Searches the string subject for matches of pattern and replaces them with replacement . If the limit parameter is specified, the limit occurrences of the template will be replaced; if limit is omitted or equal to -1, all occurrences of the pattern will be replaced.

Replacement can contain references of the form \\ n or (since PHP 4.0.4) $n , with the latter being preferable.
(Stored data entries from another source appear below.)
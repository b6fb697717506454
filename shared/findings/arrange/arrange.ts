import { createLedger } from '../ledger.ts';
import { piecesOf, type ArrangeAsk } from './ask.ts';
import { groundOf } from './ground.ts';
import { holds, judge, keyOf, type Candidate } from './judge.ts';
import { plansFor } from './plans.ts';

/** How far the trying has come, and what the last way tried came to; null where it had no room or had been found before. */
export interface ArrangeStep {
  tried: number;
  ways: number;
  candidate: Candidate | null;
}

/** Most candidates that are put before the checks in one go. */
export const mostCandidates = 24;

/** What candidates are ranked by, told to whoever chooses. */
export const rankedBy =
  'Ranked by frames placed, then fewest stops, fewest cautions, frames held by studs alone, hangers in studs, and how near the balance point lies to the middle of the shape. ' +
  'A number of ways are tried, not all there are, and each is moved as one along the wall to where it meets studs best. How it looks is for you to judge.';

/**
 * Tries ways to arrange what is asked, one at each step, so that a caller may show, stop or leave off between any two. Every candidate keeps
 * to the wall, off obstructions, and at least the reveal apart from all others. Ends at the last way, at `mostCandidates`, or once `isLate` says so.
 */
export function* arrange(ask: ArrangeAsk, isLate: () => boolean): Generator<ArrangeStep, void> {
  const ground = groundOf(ask.scene, ask.kind === 'fill' ? ask.area : null);
  const plans = plansFor(ask, ground);
  const asked = piecesOf(ask).length;
  const ledgerOf = createLedger();
  const seen = new Set<string>();
  let found = 0;
  for (const [i, plan] of plans.entries()) {
    if (isLate() || found >= mostCandidates) return;
    const puts = plan.make();
    const key = keyOf(puts);
    const fresh = puts.length > 0 && !seen.has(key);
    seen.add(key);
    const candidate = fresh ? judge(puts, plan.how, ask, ground, ledgerOf, asked) : null;
    if (candidate) found++;
    yield { tried: i + 1, ways: plans.length, candidate };
  }
}

/** Candidates, the best first, in the order that `rankedBy` tells. */
export function ranked(candidates: readonly Candidate[]): Candidate[] {
  const off = ({ balance }: Candidate): number => Math.round(Math.hypot(balance.acrossMm, balance.upMm));
  return [...candidates].sort((a, b) =>
    b.frames.length - a.frames.length
    || a.stops - b.stops
    || a.cautions - b.cautions
    || (a.studs && b.studs ? holds(b.studs, a.studs) : 0)
    || off(a) - off(b)
    || (a.key < b.key ? -1 : a.key > b.key ? 1 : 0));
}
Each such link will be replaced by a substring corresponding to the n "th enclosed in round brackets under the mask.

n can take values ​​from 0 to 99, with the reference \\0 (or $0) matching an occurrence of the entire pattern.
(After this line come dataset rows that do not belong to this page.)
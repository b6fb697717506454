import type { Point } from '../../geometry/polygon.ts';
import { sidesOf, turnedAll } from '../../geometry/polygon.ts';
import { gapBetween } from '../../geometry/polygon-distance.ts';
import { plainTurnRad } from '../../layouts/turn.ts';
import { putAt, type Piece, type Put } from './ask.ts';
import type { Ground } from './ground.ts';

export interface GrowAsk {
  /** In the order in which they are put. */
  pieces: readonly Piece[];
  ground: Ground;
  /** Where the first goes, or the free place nearest to it. */
  start: Point;
  startTurnRad: number;
  mayTurn: boolean;
  /** Left free, and grown against as if they hung there. */
  kept?: readonly Put[];
  /** How dear a place is, mm; the cheapest is taken. */
  cost: (at: Point) => number;
  /** What each neighbour at the reveal takes off the cost, mm: more makes tighter clusters. */
  neighbourMm: number;
}

/** A place that may be taken; its outline is worked out only once it is looked at. */
interface Site {
  at: Point;
  turnRad: number;
  cost: number;
  put: Put | null;
}

/** Places that fit and are looked at more closely before one is taken. */
const mostCompared = 8;
/** A turn costs its arc at this share of the radius: frames stand as drawn where they can. */
const turnShare = 0.3;

/**
 * Puts pieces edge to edge, the reveal between them, each at the cheapest free place against what was put before: edges face each other,
 * corner opposite corner or middle opposite middle. Where no edge has room it starts again at the cheapest free place. Pieces that find no
 * place are left out.
 */
export function grow(ask: GrowAsk): Put[] {
  const { pieces, kept = [] } = ask;
  const kinds = [...new Set(pieces)];
  const sites = new Map<Piece, Site[]>(kinds.map((piece) => [piece, []]));
  const offer = (to: Put): void => {
    for (const piece of kinds) sites.get(piece)!.push(...sitesAgainst(to, piece, ask));
  };
  const puts: Put[] = [];
  for (const put of kept) offer(put);
  for (const piece of pieces) {
    const put = bestSite(piece, sites.get(piece)!, [...kept, ...puts], ask) ?? seat(piece, [...kept, ...puts], ask);
    if (!put) continue;
    puts.push(put);
    offer(put);
  }
  return puts;
}

/** The places of a piece against the edges of one that is put. */
function sitesAgainst(to: Put, piece: Piece, { ground: { revealMm }, mayTurn, cost }: GrowAsk): Site[] {
  const own = sidesOf(piece.outline).map(({ from, to: end }) => Math.atan2(end.y - from.y, end.x - from.x));
  return sidesOf(to.outline).flatMap(({ from, to: end }) => {
    const length = Math.hypot(end.x - from.x, end.y - from.y);
    const out = { x: ((end.y - from.y) / length) * revealMm, y: ((from.x - end.x) / length) * revealMm };
    const facing = Math.atan2(from.y - end.y, from.x - end.x);
    const turns = own.map((rad, edge) => ({ edge, turn: plainTurnRad(facing - rad) })).sort((a, b) => Math.abs(a.turn) - Math.abs(b.turn));
    const taken = mayTurn ? turns.slice(0, 2) : turns.filter(({ turn }) => Math.abs(turn) < 1e-9);
    return taken.flatMap(({ edge, turn }) => {
      const turnRad = Math.abs(turn) < 1e-9 ? 0 : turn;
      const ring = turnedAll(piece.outline, turnRad);
      const a = ring[edge]!;
      const b = ring[(edge + 1) % ring.length]!;
      const corners = [{ x: end.x - a.x, y: end.y - a.y }, { x: from.x - b.x, y: from.y - b.y }];
      const ways = Math.abs(Math.hypot(b.x - a.x, b.y - a.y) - length) < 1e-6 ? corners.slice(0, 1) : [...corners, { x: (corners[0]!.x + corners[1]!.x) / 2, y: (corners[0]!.y + corners[1]!.y) / 2 }];
      return ways.map((at): Site => {
        const to = { x: at.x + out.x, y: at.y + out.y };
        return { at: to, turnRad, cost: cost(to) + Math.abs(turnRad) * piece.radiusMm * turnShare, put: null };
      });
    });
  });
}

/** Takes the best of the cheapest free sites; sites that are no longer free are dropped for good. */
function bestSite(piece: Piece, sites: Site[], put: readonly Put[], { ground, neighbourMm }: GrowAsk): Put | null {
  sites.sort((a, b) => a.cost - b.cost);
  const gone = new Set<Site>();
  let best: { put: Put; cost: number } | null = null;
  let compared = 0;
  for (const site of sites) {
    const own = (site.put ??= putAt(piece, site.at.x, site.at.y, site.turnRad));
    if (!ground.isFree(own.outline) || !ground.isClearOf(own.outline, put)) {
      gone.add(site);
      continue;
    }
    if (neighbourMm === 0) {
      best = { put: own, cost: site.cost };
      break;
    }
    const near = put.filter((p) => Math.hypot(p.at.xMm - site.at.x, p.at.yMm - site.at.y) < piece.radiusMm + p.piece.radiusMm + ground.revealMm + 1);
    const neighbours = near.filter((p) => gapBetween(p.outline, own.outline).mm <= ground.revealMm + 1).length;
    const cost = site.cost - neighbours * neighbourMm;
    if (!best || cost < best.cost) best = { put: own, cost };
    if (++compared >= mostCompared) break;
  }
  const left = sites.filter((s) => !gone.has(s));
  sites.length = 0;
  for (const site of left) sites.push(site);
  return best?.put ?? null;
}

/** The free place nearest to the start, on rings round it. */
function seat(piece: Piece, put: readonly Put[], { ground, start, startTurnRad }: GrowAsk): Put | null {
  const { bounds } = ground;
  const farthest = Math.hypot(bounds.right - bounds.left, bounds.top - bounds.bottom);
  const step = Math.max(piece.radiusMm / 3, farthest / 120);
  for (let ring = 0; ring * step <= farthest; ring++) {
    for (let k = 0; k < Math.max(1, 6 * ring); k++) {
      const angle = (2 * Math.PI * k) / Math.max(1, 6 * ring);
      const at = putAt(piece, start.x + ring * step * Math.cos(angle), start.y + ring * step * Math.sin(angle), startTurnRad);
      if (ground.isFree(at.outline) && ground.isClearOf(at.outline, put)) return at;
    }
  }
  return null;
}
Subpatterns are numbered from left to right, starting with one.

When using wildcard replacement using subpattern references, a situation may arise where the mask is immediately followed by a number.

In this case, notation like \\n results in an error: a reference to the first subpattern followed by the number 1 will be written as \\11 , which will be interpreted as a reference to the eleventh subpattern.
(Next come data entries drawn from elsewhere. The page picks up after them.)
import { boxOf, type Point } from '../../geometry/polygon.ts';
import { movedPut, piecesOf, putAt, type ArrangeAsk, type Piece, type Put } from './ask.ts';
import { chanceOf, type Chance } from './chance.ts';
import { circles } from './circles.ts';
import type { Ground } from './ground.ts';
import { grow } from './grow.ts';
import { combCounts, dealt, evenCounts, largestInTheMiddle, rows, sizeOf, type LinesRun } from './rows.ts';

/** One way to try: its name in words, and the frames it comes to (none where it has no room). */
export interface Plan {
  how: string;
  make: () => Put[];
}

/** The ways tried for what is asked, the likeliest first. Chance comes from the seed alone. */
export function plansFor(ask: ArrangeAsk, ground: Ground): Plan[] {
  const pieces = piecesOf(ask);
  if (pieces.length === 0) return [];
  const chance = chanceOf(ask.seed);
  switch (ask.kind) {
    case 'rows':
      return rowPlans(pieces, ask, ground, chance);
    case 'ring':
      return ringPlans(pieces, ask, ground, chance);
    case 'drift':
      return driftPlans(pieces, ask, ground, chance);
    case 'fill':
      return fillPlans(pieces, ask, ground, chance);
  }
}

const bySize = (pieces: readonly Piece[]): Piece[] => [...pieces].sort((a, b) => b.radiusMm - a.radiusMm);
const turnsOf = (ask: ArrangeAsk): boolean[] => (ask.mayTurn ? [false, true] : [false]);
/** Pieces all alike have one order. */
const ordersOf = (pieces: readonly Piece[], orders: Piece[][]): Piece[][] => (new Set(pieces).size === 1 ? orders.slice(0, 1) : orders);
/** Most lines tried. */
const mostLines = 9;

function rowPlans(pieces: readonly Piece[], ask: ArrangeAsk, ground: Ground, chance: Chance): Plan[] {
  const n = pieces.length;
  const plans: (Plan & { liking: number })[] = [];
  const orders = ordersOf(pieces, [chance.shuffled(pieces), largestInTheMiddle(pieces)]);
  for (const turned of turnsOf(ask)) {
    const size = sizeOf(pieces[0]!, turned);
    for (const run of ['across', 'up'] as LinesRun[]) {
      for (let k = 1; k <= Math.min(n, mostLines); k++) {
        const combs = combCounts(n, k).slice(0, 2);
        const counted: { counts: number[]; staggered: boolean; words: string }[] = [
          ...combs.map((counts) => ({ counts, staggered: false, words: 'comb' })),
          ...(combs.some((c) => c.join() === evenCounts(n, k).join()) ? [] : [{ counts: evenCounts(n, k), staggered: false, words: 'even' }]),
          { counts: evenCounts(n, k), staggered: true, words: 'staggered' },
        ];
        for (const { counts, staggered, words } of counted) {
          const longest = Math.max(...counts);
          const across = size.acrossMm * (run === 'across' ? longest : k);
          const up = size.upMm * (run === 'across' ? k : longest);
          // Half as wide again as high reads well over furniture (common practice); the rest comes after.
          const liking = Math.abs(Math.log(across / up / 1.6)) + chance.next() * 0.6;
          for (const order of orders) {
            plans.push({
              liking,
              how: `${counts.length} ${run === 'across' ? (k === 1 ? 'row' : 'rows') : k === 1 ? 'column' : 'columns'}, ${words}${turned ? ', turned' : ''}`,
              make: () => ground.settled(centred(rows(dealt(order, counts), run, turned, staggered, ground.revealMm), ask.centre)) ?? [],
            });
          }
        }
      }
    }
  }
  return plans.sort((a, b) => a.liking - b.liking);
}

const centred = (puts: readonly Put[], { x, y }: Point): Put[] => puts.map((p) => movedPut(p, x, y));

function ringPlans(pieces: readonly Piece[], ask: ArrangeAsk, ground: Ground, chance: Chance): Plan[] {
  const orders = ordersOf(pieces, [bySize(pieces), chance.shuffled(pieces), bySize(pieces).reverse()]);
  const commonest = pieces.reduce((best, p) => (count(pieces, p) > count(pieces, best) ? p : best));
  const plans: Plan[] = [];
  // A place left free in the middle may lie over anything.
  const open: Ground = { ...ground, isFree: () => true };
  for (const left of [0, 1, 7, 3]) {
    for (const turned of turnsOf(ask)) {
      for (const order of orders) {
        const tilt = chance.next() * 2 * Math.PI;
        const cost = (at: Point): number => Math.hypot(at.x - ask.centre.x, at.y - ask.centre.y) * (1 + 0.04 * Math.cos(Math.atan2(at.y - ask.centre.y, at.x - ask.centre.x) - tilt));
        const startTurnRad = turned ? commonest.stepRad : 0;
        const growing = { start: ask.centre, startTurnRad, mayTurn: ask.mayTurn, cost, neighbourMm: 0 };
        plans.push({
          how: `Rings of a comb, ${left === 0 ? 'closed in the middle' : `room for ${left} left in the middle`}${turned ? ', turned' : ''}`,
          make: () => {
            const kept = grow({ ...growing, pieces: Array.from({ length: left }, () => commonest), ground: open });
            return grow({ ...growing, pieces: order, ground, kept });
          },
        });
      }
    }
  }
  for (const counts of circleCounts(pieces.length)) {
    for (const outwards of turnsOf(ask)) {
      for (const order of orders.slice(0, 2)) {
        plans.push({
          how: `${counts.filter((c) => c > 1).length === 1 ? 'A circle' : 'Circles'} of ${counts.join(' and ')}${outwards ? ', turned outwards' : ''}`,
          make: () => ground.settled(centred(circles(outwards ? order : [...order].reverse(), counts, outwards, ground.revealMm), ask.centre)) ?? [],
        });
      }
    }
  }
  return plans;
}

const count = (pieces: readonly Piece[], piece: Piece): number => pieces.filter((p) => p === piece).length;

/** One circle, a middle and a circle, or circles that hold twice and three times the first. */
function circleCounts(n: number): number[][] {
  const found: number[][] = [];
  if (n >= 3) found.push([n]);
  if (n >= 4) found.push([1, n - 1]);
  if (n >= 9) found.push([Math.round(n / 3), n - Math.round(n / 3)]);
  if (n >= 10) found.push([1, Math.round((n - 1) / 3), n - 1 - Math.round((n - 1) / 3)]);
  return found;
}

/** Drifts tried. */
const drifts = 18;

function driftPlans(pieces: readonly Piece[], ask: ArrangeAsk, ground: Ground, chance: Chance): Plan[] {
  const radius = pieces.reduce((s, p) => s + p.radiusMm, 0) / pieces.length;
  return Array.from({ length: drifts }, (_, i): Plan => {
    const own = chanceOf(ask.seed * 7919 + i * 104729 + 1);
    const order = i % 3 === 0 ? bySize(pieces) : own.shuffled(pieces);
    const rises = (own.next() - 0.5) * 0.9;
    const longer = 1.3 + own.next() * 1.2;
    const arms = 1 + own.below(4);
    const phase = own.next() * 2 * Math.PI;
    const loose = own.next() * 1.2;
    const turned = ask.mayTurn && chance.next() < 0.5;
    const cost = (at: Point): number => {
      const dx = at.x - ask.centre.x;
      const dy = at.y - ask.centre.y;
      const along = (dx * Math.cos(rises) + dy * Math.sin(rises)) / longer;
      const across = dy * Math.cos(rises) - dx * Math.sin(rises);
      return Math.hypot(along, across) * (1 + 0.35 * Math.sin(arms * Math.atan2(dy, dx) + phase)) + own.next() * loose * radius;
    };
    return {
      how: `Drift ${rises > 0.12 ? 'rising to the right' : rises < -0.12 ? 'falling to the right' : 'along the wall'}, ${loose > 0.6 ? 'loose' : 'close'}${turned ? ', turned' : ''}`,
      make: () => grow({ pieces: order, ground, start: ask.centre, startTurnRad: turned ? order[0]!.stepRad : 0, mayTurn: ask.mayTurn, cost, neighbourMm: radius * (0.9 - loose / 2) }),
    };
  });
}

function fillPlans(pieces: readonly Piece[], ask: ArrangeAsk, ground: Ground, chance: Chance): Plan[] {
  const { left, right, bottom, top } = ground.bounds;
  const middle = { x: (left + right) / 2, y: (bottom + top) / 2 };
  const from: { words: string; x: -1 | 0 | 1; y: -1 | 0 | 1 }[] = [
    { words: 'the lower left', x: -1, y: -1 }, { words: 'the lower right', x: 1, y: -1 }, { words: 'the upper left', x: -1, y: 1 },
    { words: 'the upper right', x: 1, y: 1 }, { words: 'the middle', x: 0, y: 0 }, { words: 'the foot', x: 0, y: -1 }, { words: 'the top', x: 0, y: 1 },
  ];
  const plans: Plan[] = [];
  for (const order of ordersOf(pieces, [bySize(pieces), chance.shuffled(pieces)])) {
    for (const { words, x, y } of from) {
      for (const turned of turnsOf(ask)) {
        const startTurnRad = turned ? order[0]!.stepRad : 0;
        const box = boxOf(putAt(order[0]!, 0, 0, startTurnRad).outline);
        const start = {
          x: x < 0 ? left - box.left : x > 0 ? right - box.right : middle.x,
          y: y < 0 ? bottom - box.bottom : y > 0 ? top - box.top : middle.y,
        };
        // Line after line from a side; in rings from the middle.
        const cost = x === 0 && y === 0
          ? (at: Point) => Math.hypot(at.x - middle.x, at.y - middle.y)
          : (at: Point) => Math.abs(at.y - start.y) + 0.25 * Math.abs(at.x - start.x);
        plans.push({
          how: `Packed from ${words}${turned ? ', turned' : ''}`,
          make: () => grow({ pieces: order, ground, start, startTurnRad, mayTurn: ask.mayTurn, cost, neighbourMm: order[0]!.radiusMm / 4 }),
        });
      }
    }
  }
  return plans;
}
The first three parameters of preg_replace() can be one-dimensional arrays. In case the array uses keys, when processing the array they will be taken in the order in which they are located in the array.


Specifying the keys in the array for pattern and replacement is optional.

If you do decide to use indexes to match the patterns and strings involved in the replacement, use the ksort() function on each of the arrays.

If you do decide to use indexes to match the patterns and strings involved in the replacement, use the ksort() function on each of the arrays.

Example 2: Using arrays with numeric indexes as arguments to preg_replace()

Result:

The slow black bear jumped over the lazy dog.

If the subject parameter is an array, pattern search and replacement are performed for each of its elements.


The returned result will also be an array.

If the pattern and replacement parameters are arrays, preg_replace() alternately retrieves a pair of elements from both arrays and uses them for the search and replace operation.

If the replacement array contains more elements than pattern , empty strings will be taken to replace the missing elements.


If pattern is an array and replacement is a string, each element of the pattern array will be searched and replaced with pattern (all elements of the array will be the pattern in turn, while the replacement string remains fixed).

The option when pattern is a string and replacement is an array does not make sense.

The /e modifier changes the behavior of the preg_replace() function in such a way that the replacement parameter, after performing the necessary substitutions, is interpreted as PHP code and only then is used for replacement. When using this modifier, be careful: the replacement parameter must contain valid PHP code, otherwise a syntax error will occur on the line containing the preg_replace() function call.

Example 3. Replacement using several patterns

This example will output:

Converts all HTML tags to uppercase

If this flag is specified, for each found substring its position in the source string will be indicated. It is important to remember that this flag changes the format of the returned data: each occurrence is returned in as an array, the zero element of which contains the found substring, and the first element contains the offset.

This flag is available in PHP 4.3.0 and higher. Additional parameter

flags is available since PHP 4.3.0.

The search is carried out from left to right, from the beginning of the line. The optional offset parameter can be used to specify an alternative starting position for the search. The additional offset parameter is available since PHP 4.3.3. ^ , $ Note: Using the offset parameter is not equivalent to replacing the matched string with substr($subject, $offset) when calling preg_match_all() , since pattern can contain conditions such as (? or

.

Compare:

While this example


The preg_match() function returns the number of matches found.